今回の航海はもうすぐ終わりですが、乗船研究者にとっての研究はまだまだこれからです。得られた試料は、それぞれの研究者がその目的別に分けられているので(以前の記述を参考にしてください)、その試料の分析によって専門別の研究が進められます。

さて、得られたボーリングコアは全部が今回の乗船者の分析用試料になってしまうのでしょうか?答えはノーです。テクニカルスタッフによって半分にされたコアの片方と、試料採取後に残ったコアは高知にある専用の施設へ運び込まれ、今後の新しい研究のために保管されます。だから、採取試料ラベルなどの記述の間違いやデータ入力が間違っていたりすると、テクニカルスタッフのコア管理部門の人(キュレーターと言っています)が飛んできて、あくまでもやんわりと間違いなどの修正を指摘されます...。そういった管理の事情は、私が普段働いている博物館でも同じようなことをしているのでよく分かります。同時にそういう保管・管理作業がどれだけ大変かという事も身をもって体験しています。もっとも私の博物館はボーリングコア以外の資料が殆どですけれど。

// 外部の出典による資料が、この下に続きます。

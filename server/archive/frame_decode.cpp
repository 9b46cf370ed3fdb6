#include "archive/frame_decode.h"

#include <fmt/format.h>
#include <libdeflate.h>

#include <algorithm>
#include <cstring>
#include <stdexcept>

namespace bentlight::archive {

namespace {

constexpr std::size_t checksum_bytes = 4;

bool is_skipped(std::uint32_t filter_mask, std::size_t filter) {
  return (filter_mask >> filter & 1U) != 0;
}

/// How many bytes filter number `filter` must give back: what the filters before it made of the decoded
/// bytes.
std::size_t bytes_before(const ChunkCoding& coding, std::uint32_t filter_mask, std::size_t filter) {
  std::size_t bytes = coding.decoded_bytes;
  for (std::size_t i = 0; i < filter; ++i) {
    if (coding.filters[i] == Filter::fletcher32 && !is_skipped(filter_mask, i)) bytes += checksum_bytes;
  }
  return bytes;
}

/// The sum as repeated end-around carry leaves it: only a sum of nothing but zeros is zero.
std::uint64_t folded(std::uint64_t sum) {
  return sum == 0 ? 0 : (sum - 1) % 65535 + 1;
}

std::uint32_t swapped_in_halves(std::uint32_t sum) {
  return (sum & 0x00ff00ffU) << 8 | (sum & 0xff00ff00U) >> 8;
}

Expected<std::span<const std::byte>> without_checksum(std::span<const std::byte> bytes) {
  if (bytes.size() < checksum_bytes)
    return failure(ErrorCode::damaged_file, "a chunk is shorter than its checksum");
  const auto content = bytes.first(bytes.size() - checksum_bytes);
  std::uint32_t stored = 0;
  for (std::size_t i = 0; i < checksum_bytes; ++i) {
    stored |= static_cast<std::uint32_t>(bytes[content.size() + i]) << 8 * i;
  }
  const std::uint32_t computed = fletcher32(content);
  // Libraries up to 1.6.2 wrote each half swapped on little-endian machines; the library still reads those.
  if (stored != computed && stored != swapped_in_halves(computed)) {
    return failure(ErrorCode::damaged_file,
                   fmt::format("a chunk's checksum is {:08x}, its bytes give {:08x}", stored, computed));
  }
  return content;
}

/// A constant element size lets the compiler make whole registers of the loop.
template <std::size_t element_bytes>
void unshuffle_elements(const std::byte* in, std::byte* out, std::size_t elements) {
  for (std::size_t i = 0; i < elements; ++i) {
    for (std::size_t k = 0; k < element_bytes; ++k) out[i * element_bytes + k] = in[k * elements + i];
  }
}

}  // namespace

void Inflater::Release::operator()(libdeflate_decompressor* inflater) const {
  libdeflate_free_decompressor(inflater);
}

bool Inflater::inflate(std::span<const std::byte> stream, std::span<std::byte> out) {
  if (!inflater_) inflater_.reset(libdeflate_alloc_decompressor());
  if (!inflater_) throw std::bad_alloc();
  // Without a place for the actual size the library demands exactly out.size() bytes.
  return libdeflate_zlib_decompress(inflater_.get(), stream.data(), stream.size(), out.data(), out.size(),
                                    nullptr) == LIBDEFLATE_SUCCESS;
}

std::uint32_t fletcher32(std::span<const std::byte> bytes) {
  const auto word = [&](std::size_t i) {
    return std::to_integer<std::uint32_t>(bytes[2 * i]) << 8 |
           std::to_integer<std::uint32_t>(bytes[2 * i + 1]);
  };
  // Over a block of n words the second sum grows by n times the first and by the words weighted n … 1. With
  // blocks of 4096 words neither product leaves 64 bits, and both loops run in vector registers.
  constexpr std::size_t block = 4096;
  const std::size_t words = bytes.size() / 2;
  std::uint64_t sum1 = 0, sum2 = 0;
  for (std::size_t first = 0; first < words; first += block) {
    const std::size_t count = std::min(block, words - first);
    std::uint64_t plain = 0, weighted = 0;
    for (std::size_t i = 0; i < count; ++i) {
      plain += word(first + i);
      weighted += std::uint64_t{word(first + i)} * (count - i);
    }
    sum2 = folded(sum2 + count * sum1 + weighted);
    sum1 = folded(sum1 + plain);
  }
  if (bytes.size() % 2 != 0) {
    sum1 = folded(sum1 + (std::to_integer<std::uint64_t>(bytes.back()) << 8));
    sum2 = folded(sum2 + sum1);
  }
  return static_cast<std::uint32_t>(sum2 << 16 | sum1);
}

void unshuffle(std::span<const std::byte> in, std::span<std::byte> out, std::size_t element_bytes) {
  const std::size_t elements = in.size() / element_bytes;
  switch (element_bytes) {
    case 2:
      unshuffle_elements<2>(in.data(), out.data(), elements);
      break;
    case 4:
      unshuffle_elements<4>(in.data(), out.data(), elements);
      break;
    case 8:
      unshuffle_elements<8>(in.data(), out.data(), elements);
      break;
    default:
      throw std::invalid_argument("unshuffle: no element type has this size");
  }
  const std::size_t whole = elements * element_bytes;
  std::copy(in.begin() + static_cast<std::ptrdiff_t>(whole), in.end(),
            out.begin() + static_cast<std::ptrdiff_t>(whole));
}

Expected<std::span<const std::byte>> decode_chunk(const ChunkCoding& coding,
                                                  std::uint32_t filter_mask,
                                                  std::span<const std::byte> stored,
                                                  DecodeScratch& scratch) {
  std::span<const std::byte> bytes = stored;
  for (std::size_t i = coding.filters.size(); i-- > 0;) {
    if (is_skipped(filter_mask, i)) continue;
    // The buffer that does not hold this stage's input takes its output.
    const bool in_first = !scratch.first.empty() && bytes.data() == scratch.first.data();
    std::vector<std::byte>& out = in_first ? scratch.second : scratch.first;
    switch (coding.filters[i]) {
      case Filter::fletcher32: {
        const auto content = without_checksum(bytes);
        if (!content) return failure(content);
        bytes = *content;
        break;
      }
      case Filter::deflate:
        out.resize(bytes_before(coding, filter_mask, i));
        if (!scratch.inflater.inflate(bytes, out)) {
          return failure(
              ErrorCode::damaged_file,
              fmt::format("a chunk of {} stored bytes does not inflate to {}", bytes.size(), out.size()));
        }
        bytes = out;
        break;
      case Filter::shuffle:
        out.resize(bytes.size());
        unshuffle(bytes, out, coding.element_bytes);
        bytes = out;
        break;
    }
  }
  if (bytes.size() != coding.decoded_bytes) {
    return failure(ErrorCode::damaged_file, fmt::format("a chunk decodes to {} bytes instead of {}",
                                                        bytes.size(), coding.decoded_bytes));
  }
  return bytes;
}

}  // namespace bentlight::archive
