#include "archive/verify.h"

#include <fmt/format.h>

#include <algorithm>
#include <bit>
#include <cmath>
#include <limits>
#include <span>
#include <string>

#include "archive/frame_gather.h"
#include "base/limits.h"

namespace bentlight::archive {

namespace {

// Deflate makes at most 1032 bytes of one (zlib's technical notes, from memory). A dataset beyond that is
// nearly all fill value, and reading it would take for ever.
constexpr std::uint64_t most_bytes_of_one = 1100;

bool multiply(std::uint64_t a, std::uint64_t b, std::uint64_t& product) {
  return !__builtin_mul_overflow(a, b, &product);
}

/// The bytes of a box of elements; failed when no 64 bits hold them.
Expected<std::uint64_t> box_bytes(const std::array<std::uint64_t, 3>& extent, ElementType element) {
  std::uint64_t bytes = element_bytes(element);
  for (const std::uint64_t count : extent) {
    if (!multiply(bytes, count, bytes)) {
      return failure(ErrorCode::too_large,
                     fmt::format("a shape of {} x {} x {} has more bytes than can be counted", extent[0],
                                 extent[1], extent[2]));
    }
  }
  return bytes;
}

Expected<void> verify_shape(const FrameMap& map) {
  std::array<int, 3> sorted = map.axes;
  std::ranges::sort(sorted);
  if (sorted != std::array<int, 3>{0, 1, 2}) {
    return failure(ErrorCode::layout_mismatch, fmt::format("axes {}, {}, {} are not an order of 0, 1, 2",
                                                           map.axes[0], map.axes[1], map.axes[2]));
  }
  for (const std::uint64_t extent : map.shape) {
    if (extent == 0) {
      return failure(ErrorCode::layout_mismatch,
                     fmt::format("the dataset's shape is {} x {} x {}: it holds no frame", map.shape[0],
                                 map.shape[1], map.shape[2]));
    }
  }
  std::uint64_t points = 0;
  if (!multiply(map.rows(), map.columns(), points) || points > limits::grid_points) {
    return failure(ErrorCode::too_large, fmt::format("frames of {} x {} points; at most {} points are read",
                                                     map.rows(), map.columns(), limits::grid_points));
  }
  if (map.frames() > limits::frames) {
    return failure(ErrorCode::too_large,
                   fmt::format("{} frames; at most {} are read", map.frames(), limits::frames));
  }
  return {};
}

template <class Integer>
bool is_held(double value) {
  return value >= std::numeric_limits<Integer>::min() && value <= std::numeric_limits<Integer>::max();
}

Expected<void> verify_values(const FrameMap& map) {
  if (!std::isfinite(map.scale) || map.scale == 0.0 || !std::isfinite(map.offset) ||
      !std::isfinite(map.metres_per_unit) || map.metres_per_unit <= 0.0 ||
      (map.sign != 1 && map.sign != -1)) {
    return failure(ErrorCode::layout_mismatch,
                   fmt::format("scale {}, offset {}, {} metres per unit and sign {} do not make metres",
                               map.scale, map.offset, map.metres_per_unit, map.sign));
  }
  if ((map.element == ElementType::int16 && !is_held<std::int16_t>(map.fill_value)) ||
      (map.element == ElementType::int32 && !is_held<std::int32_t>(map.fill_value))) {
    return failure(ErrorCode::damaged_file,
                   fmt::format("the fill value {} is none of the element's values", map.fill_value));
  }
  return {};
}

Expected<void> verify_inside(std::uint64_t offset,
                             std::uint64_t bytes,
                             std::uint64_t file_bytes,
                             const std::string& what) {
  if (offset > file_bytes || bytes > file_bytes - offset) {
    return failure(ErrorCode::damaged_file,
                   fmt::format("{} ({} bytes at {}) lies beyond the end of the file ({} bytes)", what, bytes,
                               offset, file_bytes));
  }
  return {};
}

Expected<void> verify_filters(const FrameMap& map) {
  if (map.filters.size() > limits::filters) {
    return failure(ErrorCode::unsupported_storage,
                   fmt::format("{} filters; at most {} are undone", map.filters.size(), limits::filters));
  }
  if (std::ranges::count(map.filters, Filter::deflate) > 1) {
    return failure(ErrorCode::unsupported_storage, "deflated twice: the size between is not known");
  }
  return {};
}

/// How many chunks the shape takes, and each one's decoded bytes.
struct ChunkCounts {
  std::uint64_t chunks = 1;
  std::uint64_t decoded_bytes = 0;
};

Expected<ChunkCounts> chunk_counts(const FrameMap& map) {
  ChunkCounts counts;
  for (std::size_t axis = 0; axis < 3; ++axis) {
    const std::uint64_t extent = map.chunk_shape[axis];
    // The library keeps chunk extents in 32 bits; within that, rounding the shape up cannot overflow.
    if (extent == 0 || extent > std::numeric_limits<std::uint32_t>::max()) {
      return failure(ErrorCode::damaged_file, fmt::format("a chunk extends over {} elements", extent));
    }
    const std::uint64_t along = (map.shape[axis] - 1) / extent + 1;
    if (!multiply(counts.chunks, along, counts.chunks) || counts.chunks > limits::chunks) {
      return failure(ErrorCode::too_large, fmt::format("more than {} chunks", limits::chunks));
    }
  }
  const auto bytes = box_bytes(map.chunk_shape, map.element);
  if (!bytes) return failure(bytes);
  if (!map.filters.empty() && *bytes > limits::chunk_bytes) {
    return failure(ErrorCode::too_large,
                   fmt::format("chunks of {} bytes; at most {} are read", *bytes, limits::chunk_bytes));
  }
  counts.decoded_bytes = *bytes;
  return counts;
}

Expected<void> verify_chunk(const FrameMap& map,
                            std::size_t number,
                            std::uint64_t decoded_bytes,
                            std::uint64_t file_bytes) {
  const Chunk& chunk = map.chunks[number];
  if (chunk.bytes == 0) return {};
  if (auto inside = verify_inside(chunk.offset, chunk.bytes, file_bytes, fmt::format("chunk {}", number));
      !inside) {
    return inside;
  }
  const std::uint32_t applied = (1U << map.filters.size()) - 1;
  const bool is_plain = (chunk.filter_mask & applied) == applied;
  if (is_plain && chunk.bytes != decoded_bytes) {
    return failure(ErrorCode::damaged_file,
                   fmt::format("chunk {} has {} bytes instead of {}", number, chunk.bytes, decoded_bytes));
  }
  // Filters may add a little to what they cannot compress; more than this is no chunk but a claim on memory.
  if (chunk.bytes > 2 * decoded_bytes + 64 * limits::kibi) {
    return failure(ErrorCode::damaged_file, fmt::format("chunk {} has {} stored bytes for {} decoded", number,
                                                        chunk.bytes, decoded_bytes));
  }
  return {};
}

Expected<void> verify_storage(const FrameMap& map, std::uint64_t file_bytes) {
  const auto whole_bytes = box_bytes(map.shape, map.element);
  if (!whole_bytes) return failure(whole_bytes);
  if (map.storage == Storage::contiguous) {
    return verify_inside(map.data_offset, *whole_bytes, file_bytes, "the dataset");
  }
  if (*whole_bytes / most_bytes_of_one > file_bytes) {
    return failure(ErrorCode::too_large, fmt::format("{} bytes of frames are claimed for a file of {} bytes",
                                                     *whole_bytes, file_bytes));
  }
  if (auto filters = verify_filters(map); !filters) return filters;
  const auto counts = chunk_counts(map);
  if (!counts) return failure(counts);
  if (map.chunks.size() != counts->chunks) {
    return failure(ErrorCode::damaged_file, fmt::format("{} chunks are known where the shape takes {}",
                                                        map.chunks.size(), counts->chunks));
  }
  for (std::size_t i = 0; i < map.chunks.size(); ++i) {
    if (auto chunk = verify_chunk(map, i, counts->decoded_bytes, file_bytes); !chunk) return chunk;
  }
  return {};
}

Expected<void> verify_coordinates(std::span<const double> values, std::size_t count, std::string_view axis) {
  if (values.size() != count) {
    return failure(
        ErrorCode::layout_mismatch,
        fmt::format("{} has {} coordinates where the frames have {} points", axis, values.size(), count));
  }
  for (std::size_t i = 0; i < count; ++i) {
    if (!std::isfinite(values[i]) || (i > 0 && values[i] <= values[i - 1])) {
      return failure(
          ErrorCode::layout_mismatch,
          fmt::format("{} must rise from point to point; coordinate {} is {}", axis, i, values[i]));
    }
  }
  return {};
}

Expected<void> verify_grid(const WavefrontFile& file) {
  const optics::Grid& grid = file.grid;
  if (grid.rows != file.map.rows() || grid.columns != file.map.columns() ||
      grid.mask.size() != grid.rows * grid.columns) {
    return failure(ErrorCode::layout_mismatch,
                   fmt::format("a grid of {} x {} with {} mask points for frames of {} x {}", grid.rows,
                               grid.columns, grid.mask.size(), file.map.rows(), file.map.columns()));
  }
  if (auto x = verify_coordinates(grid.x_m, grid.columns, "x"); !x) return x;
  return verify_coordinates(grid.y_m, grid.rows, "y");
}

Expected<void> verify_times(const WavefrontFile& file) {
  const std::vector<double>& times = file.time_s;
  if (!std::isfinite(file.frame_rate_hz) || file.frame_rate_hz < 0.0 ||
      (file.frame_rate_hz == 0.0 && file.map.frames() > 1)) {
    return failure(ErrorCode::layout_mismatch, fmt::format("a frame rate of {} Hz", file.frame_rate_hz));
  }
  if (times.empty()) return {};
  if (times.size() != file.map.frames()) {
    return failure(ErrorCode::layout_mismatch,
                   fmt::format("{} time stamps for {} frames", times.size(), file.map.frames()));
  }
  for (std::size_t i = 0; i < times.size(); ++i) {
    if (!std::isfinite(times[i])) {
      return failure(ErrorCode::layout_mismatch,
                     fmt::format("the time stamp of frame {} is {}", i, times[i]));
    }
    if (i > 0 && times[i] < times[i - 1]) {
      return failure(
          ErrorCode::layout_mismatch,
          fmt::format("time goes backwards at frame {}: {} s after {} s", i, times[i], times[i - 1]));
    }
  }
  return {};
}

}  // namespace

Expected<void> verify(const FrameMap& map, std::uint64_t file_bytes) {
  if (auto shape = verify_shape(map); !shape) return shape;
  if (auto values = verify_values(map); !values) return values;
  return verify_storage(map, file_bytes);
}

Expected<void> verify(const WavefrontFile& file) {
  if (auto map = verify(file.map, file.identity.stamp.size_bytes); !map) return map;
  if (auto grid = verify_grid(file); !grid) return grid;
  if (auto times = verify_times(file); !times) return times;
  for (const Signal& signal : file.signals) {
    if (signal.values.size() != file.map.frames()) {
      return failure(ErrorCode::layout_mismatch,
                     fmt::format("signal '{}' has {} values for {} frames", signal.name, signal.values.size(),
                                 file.map.frames()));
    }
  }
  return {};
}

}  // namespace bentlight::archive
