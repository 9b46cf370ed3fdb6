#include "archive/hdf5_writer.h"

#include <fmt/format.h>
#include <hdf5.h>
#include <libdeflate.h>
#include <sys/mman.h>
#include <unistd.h>

#include <algorithm>
#include <array>
#include <atomic>
#include <bit>
#include <cerrno>
#include <cstdlib>
#include <cstring>
#include <map>
#include <mutex>
#include <numeric>
#include <stdexcept>
#include <string_view>
#include <utility>

namespace bentlight::archive {

namespace {

static_assert(std::endian::native == std::endian::little,
              "elements are stored little-endian as they lie in memory");

// The library has global state and, where it was built for threads, a global lock. This one holds for every
// build of it; what costs time (filtering chunks) is done outside.
std::mutex library_mutex;

/// The time during which the library is called: holds its lock, and keeps the library's account of the first
/// failure instead of letting it be printed. It is taken down when it happens, for the next call (even one
/// that releases something on the way out) would clear it.
class LibraryCall {
 public:
  LibraryCall() : lock_(library_mutex) {
    H5Eget_auto2(H5E_DEFAULT, &printer_, &printer_data_);
    H5Eset_auto2(H5E_DEFAULT, take_down, this);
  }
  ~LibraryCall() { H5Eset_auto2(H5E_DEFAULT, printer_, printer_data_); }
  LibraryCall(const LibraryCall&) = delete;
  LibraryCall& operator=(const LibraryCall&) = delete;

  tl::unexpected<Error> failure(std::string_view what, const std::string& subject) const;

 private:
  static herr_t take_down(hid_t stack, void* self) {
    std::string& account = static_cast<LibraryCall*>(self)->account_;
    if (account.empty()) H5Ewalk2(stack, H5E_WALK_UPWARD, add_description, &account);
    return 0;
  }
  static herr_t add_description(unsigned, const H5E_error2_t* entry, void* account) {
    if (entry->desc != nullptr) *static_cast<std::string*>(account) += std::string(entry->desc) + "; ";
    return 0;
  }

  std::lock_guard<std::mutex> lock_;
  H5E_auto2_t printer_ = nullptr;
  void* printer_data_ = nullptr;
  std::string account_;
};

/// The system's errno stands only in the text of the account, as "errno = 28".
tl::unexpected<Error> LibraryCall::failure(std::string_view what, const std::string& subject) const {
  constexpr std::string_view key = "errno = ";
  if (const auto at = account_.find(key); at != std::string::npos) {
    const int number = std::atoi(account_.c_str() + at + key.size());
    if (number != 0) return system_failure(number, what, subject);
  }
  const std::string_view reason = account_.empty() ? "HDF5 gives no reason" : std::string_view(account_);
  return bentlight::failure(ErrorCode::io_error, fmt::format("{}: {}", what, reason), subject);
}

今回の記事は、先日行われた卓球大会決勝の画像をお見せして締めくくりたいと思います。さて、どちらが勝ったでしょう?どちらも上手で、レベルの高い戦いでした。

激しい応酬という感じではなく、たんたんとすすんでいるような感じがしていたのですが、お互いに使われている技などをじっくり観察すると、レベルの高い戦いだという事がわかった、研究者里口でした。